**ACTIVITY:** State how many lines in the following entries hold the word "taker". The reply is that number only.

**INPUT:**
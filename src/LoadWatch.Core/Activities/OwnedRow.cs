using LoadWatch.Rows;
using NodaTime;

namespace LoadWatch.Activities;

/// <summary>A table row in force, of a person.</summary>
/// <param name="Layout">Name of the layout that read it: its source (I-6).</param>
/// <param name="Key">Tells it from every other row of the layout and date; order among rows is by it.</param>
public sealed record OwnedRow(string Layout, LocalDate Date, string Key, RowContent Content);
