using System.Globalization;
using LoadWatch.Findings;
using LoadWatch.Loads;
using LoadWatch.Rows;
using NodaTime;
using NodaTime.Text;

namespace LoadWatch.Activities;

/// <summary>Sentences of questions and remarks about joining.</summary>
internal static class JoinWording
{
    private static readonly LocalTimePattern HourAndMinute = LocalTimePattern.CreateWithInvariantCulture("HH:mm");

    public const string LoadIsCountedElsewhere = "may be part of one of the recordings of the date: its load is not added";

    public static string Several(StatedSession stated, IReadOnlyList<SessionParts> candidates)
    {
        var starts = candidates.Select(one => one.Recording).OfType<RecordedActivity>().Select(one => HourAndMinute.Format(one.Winner.Start.WithOffset(one.Winner.LocalOffset).TimeOfDay)).ToList();
        var where = starts.Count > 0
            ? $"the recordings at {Listed(starts)}"
            : $"{candidates.Count} sessions of that date that were not recorded";
        var fit = stated.Sets is { Count: > 1 } ? "fit" : "fits";
        return $"{What(stated)} {fit} {where}; a session number or a start time would tell";
    }

    public static string Nowhere(StatedSession stated) => $"{What(stated)} has no recording and no minutes; it counts once one of them comes";

    public static string WhichRegions(DeclaredContent content, LocalDate date) =>
        $"{Word(content)} session of {On(date)}: which body regions? Its sport would tell";

    public static string Differs(Quantity taken, string taker, Quantity other, string teller) =>
        $"{taken.Name}: {Value(taken)} by {taker} counts, {teller} says {Value(other)}";

    /// <param name="log">Layout of the log that counts; null for the recording's own sets.</param>
    public static string SetsBeside(StatedSession other, string? log) =>
        $"sets of {other.Layout} are not added to those of {log ?? "the recording"}";

    public static string Word(DeclaredContent content) => content switch
    {
        DeclaredContent.Heavy => "heavy",
        DeclaredContent.Fast => "fast",
        DeclaredContent.Match => "match",
        DeclaredContent.Easy => "easy",
        DeclaredContent.Rehabilitation => "rehabilitation",
        _ => throw new ArgumentOutOfRangeException(nameof(content)),
    };

    /// <summary><c>a rating of 7 of 2 March (ratings)</c>.</summary>
    private static string What(StatedSession stated) => $"{Kind(stated)} of {On(stated.Date)} ({stated.Layout})";

    private static string Kind(StatedSession stated)
    {
        if (stated.Sets is { } sets)
        {
            return sets.Count == 1 ? "1 logged set" : $"{sets.Count} logged sets";
        }

        return stated is { StandsAlone: false, Quantities: [var rating] } ? $"a rating of {Number(rating.Value)}" : "the session";
    }

    private static string On(LocalDate date) => Wording.Date(date, told: date);

    private static string Value(Quantity quantity) => quantity.Unit == "1" ? Number(quantity.Value) : $"{Number(quantity.Value)} {quantity.Unit}";

    private static string Number(double value) => value.ToString("0.##", CultureInfo.InvariantCulture);

    private static string Listed(List<string> words) =>
        words.Count == 1 ? words[0] : $"{string.Join(", ", words[..^1])} and {words[^1]}";
}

**RESULT BELOW:** 2